Mann graduated in 1995 from Rancho Cotate High School in Rohnert Park, California. She attended the US Naval Academy and graduated in 1999 with a Bachelor of Science degree in mechanical engineering. She played for the Navy Midshipmen women's soccer team as a defender, scoring one goal and recording four assists in 75 appearances. After commissioning in the US Marine Corps, she attended graduate school at Stanford University, where she received a Master of Science degree in mechanical engineering, specializing in fluid mechanics.

==Military career==
After graduate school, Mann attended The Basic School and began flight training at Naval Air Station Pensacola. She received her Naval Aviator wings in 2002 and completed training for the F/A-18 Hornet in VFA-106 at Naval Air Station Oceana. Mann joined VMFA-251 at Marine Corps Air Station Beaufort and deployed twice on the
 with CVW-1 in support of Operation Iraqi Freedom and Operation Enduring Freedom. As a naval aviator, Mann was assigned the call sign "Duke". She was a member of Class 135 at the US Naval Test Pilot School and served as an F/A-18 Test Pilot in VX-23 at Naval Air Station Patuxent River. At the time of her selection as an astronaut candidate, she was Joint Mission Planning System Expeditionary Integrated Product Team Lead at PMA-281.

==NASA career==
In 2013, Mann was selected as one of the eight members of NASA Astronaut Group 21. She completed her training in 2015 and has since served as a T-38 Talon Safety and Training Officer and was the Assistant to the Chief of Exploration. She worked on development of the Orion spacecraft, Space Launch System, and the Exploration Ground Systems. In August 2018, she was assigned to Boe-CFT, the first crewed test flight of the Boeing CST-100 Starliner. However, in October 2021, Mann was moved to fly on SpaceX's Crew-5 mission as the spacecraft commander, scheduled to fly to the International Space Station on September 29, 2022, later rescheduled to October 5. The SpaceX Crew-5 landed in the Gulf of Mexico on March 11, 2023, 157 days since they launched. She planned to take a dreamcatcher her mother gave her when she was very young to space. The crew lived on the International Space Station for six months.
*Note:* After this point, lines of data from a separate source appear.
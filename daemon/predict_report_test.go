package daemon

import (
	"bytes"
	"encoding/json"
	"io"
	"net/http"
	"slices"
	"strings"
	"testing"
	"time"

	"lariat/config"
	"lariat/sink"
	"lariat/sink/natstest"
)

// TestPredictReport checks, over real HTTP against a daemon trained through
// its embedded NATS server, that POST /v1/models/{name}/predict names the
// sent features the model does not know and the model's features it had to
// impute, refuses with 400 a record that has a value for none of the model's
// features, and that no error answer echoes more than a short prefix of what
// was sent (sink.MaxEcho bytes of one value).
func TestPredictReport(t *testing.T) {
	tr := sparseTruth(4) // x00..x03
	m := testModel("report", "test.report", config.LossSquared)
	td := startDaemon(t, testConfig(t, m), withoutIdle())
	nc := connect(t, td.NATSURL())
	natstest.WaitFor(t, 10*time.Second, td.Ready)
	for _, rec := range tr.records(300, false, 5) {
		nc.Publish(m.Subject, rec)
	}
	nc.Flush()
	natstest.WaitFor(t, 20*time.Second, func() error {
		_, _, err := getDoc(td.Daemon, m.Name)
		return err
	})

	long := strings.Repeat("n", 10_000)
	q := strings.Repeat("q", 255) // with one more byte, the longest channel name a decoder learns
	url := "http://" + td.HTTPAddr() + "/v1/models/"
	for _, tc := range []struct {
		name, model, body string
		status            int
		unknown, missing  []string // for 200
		want              string   // substring of the error, for 4xx
	}{
		{name: "all known", model: "report", body: `{"x":{"x00":1,"x01":2,"x02":3,"x03":4}}`, status: 200,
			unknown: []string{}, missing: []string{}},
		{name: "one unknown, one missing", model: "report", body: `{"x":{"x00":1,"x01":2,"x02":3,"extra":4}}`, status: 200,
			unknown: []string{"extra"}, missing: []string{"x03"}},
		{name: "null is missing", model: "report", body: `{"x":{"x00":1,"x01":null,"zz":1,"aa":2}}`, status: 200,
			unknown: []string{"zz", "aa"}, missing: []string{"x01", "x02", "x03"}},
		{name: "array form with a null", model: "report", body: `{"v":[1,2,null,4]}`, status: 200,
			unknown: []string{}, missing: []string{"x02"}},
		{name: "only unknown features", model: "report", body: `{"x":{"foo":1,"bar":2}}`, status: 400,
			want: `value for none of the 4 features of model report ("x00", "x01", "x02", "x03"); unknown: "foo", "bar"`},
		{name: "no features", model: "report", body: `{"x":{}}`, status: 400, want: "unknown: none"},
		{name: "known names, all null", model: "report", body: `{"x":{"x00":null}}`, status: 400, want: "value for none"},
		{name: "many long unknown names", model: "report", body: `{"x":{"` + q + `1":1,"` + q + `2":1,"` + q + `3":1,"` + q + `4":1}}`, status: 400,
			want: "and 1 more"},
		{name: "name too long", model: "report", body: `{"x":{"x00":1,"` + long + `":1}}`, status: 400, want: "name"},
		{name: "unknown model, 10,000 characters", model: long, body: `{"x":{"x00":1}}`, status: 404, want: "(10000 bytes)"},
		{name: "bad JSON with a long string", model: "report", body: `{"x":{"x00":"` + long, status: 400},
		{name: "long number", model: "report", body: `{"x":{"x00":1` + strings.Repeat("0", 5000) + `}}`, status: 400},
	} {
		t.Run(tc.name, func(t *testing.T) {
			resp, err := http.Post(url+tc.model+"/predict", "application/json", bytes.NewReader([]byte(tc.body)))
			if err != nil {
				t.Fatal(err)
			}
			b, _ := io.ReadAll(resp.Body)
			resp.Body.Close()
			if resp.StatusCode != tc.status {
				t.Fatalf("status %d, want %d: %s", resp.StatusCode, tc.status, b)
			}
			if tc.status == 200 {
				var p sink.Prediction
				if err := json.Unmarshal(b, &p); err != nil {
					t.Fatal(err)
				}
				if !slices.Equal(p.Unknown, tc.unknown) || !slices.Equal(p.Missing, tc.missing) {
					t.Errorf("unknown %q missing %q, want %q and %q", p.Unknown, p.Missing, tc.unknown, tc.missing)
				}
				if !bytes.Contains(b, []byte(`"unknown":[`)) || !bytes.Contains(b, []byte(`"missing":[`)) {
					t.Errorf("the answer lacks the unknown or missing list: %s", b)
				}
				return
			}
			var e struct{ Error string }
			if err := json.Unmarshal(b, &e); err != nil || e.Error == "" {
				t.Fatalf("error body %s: %v", b, err)
			}
			if !strings.Contains(e.Error, tc.want) {
				t.Errorf("error %q lacks %q", e.Error, tc.want)
			}
			checkEcho(t, e.Error, tc.model+tc.body)
		})
	}
}

// checkEcho fails if msg repeats more than a short prefix of one value of
// sent: no run of a repeated character longer than sink.MaxEcho, and no
// more than 1 KiB in all.
func checkEcho(t *testing.T, msg, sent string) {
	t.Helper()
	if len(msg) > 1100 {
		t.Errorf("error of %d bytes", len(msg))
	}
	for _, c := range "nq0" {
		if run := strings.Repeat(string(c), sink.MaxEcho+1); strings.Contains(sent, run) && strings.Contains(msg, run) {
			t.Errorf("error echoes more than %d bytes of the request: %.200s…", sink.MaxEcho, msg)
		}
	}
}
Mann is also in training for the international Artemis program and is a contender to be the first woman on the Moon as part of the crewed lunar landing currently scheduled for 2028.

==Personal life==
Mann is married to Travis R. Mann, with whom she has a son. In an interview with National Geographic in December 2020, she said she and her son often sit outside looking at the Moon, and "Hopefully someday, he'll be able to watch Mom fly by and walk on the moon."

==Awards==
As a student at the Naval Academy, Mann played soccer and was an Academic All American. She was a Trident Scholar and a Distinguished Graduate. During her military career, she received two Air Medals, two Navy and Marine Corps Commendation Medals, and two Navy and Marine Corps Achievement Medals. She was the Honor Graduate in her US Naval Test Pilot School class. She received the NASA 2015 Stephen D. Thorne Safety Award and the 2017 Jerry Yeagley Award for Exceptional Personal Achievement. Mann is a member of the Society of Experimental Test Pilots, Tailhook Association, the US Naval Test Pilot School Alumni Association, and the United States Naval Academy Alumni Association, and received the Leroy Grumman "Best Paper" Award at the East Coast Society of Experimental Test Pilots Symposium.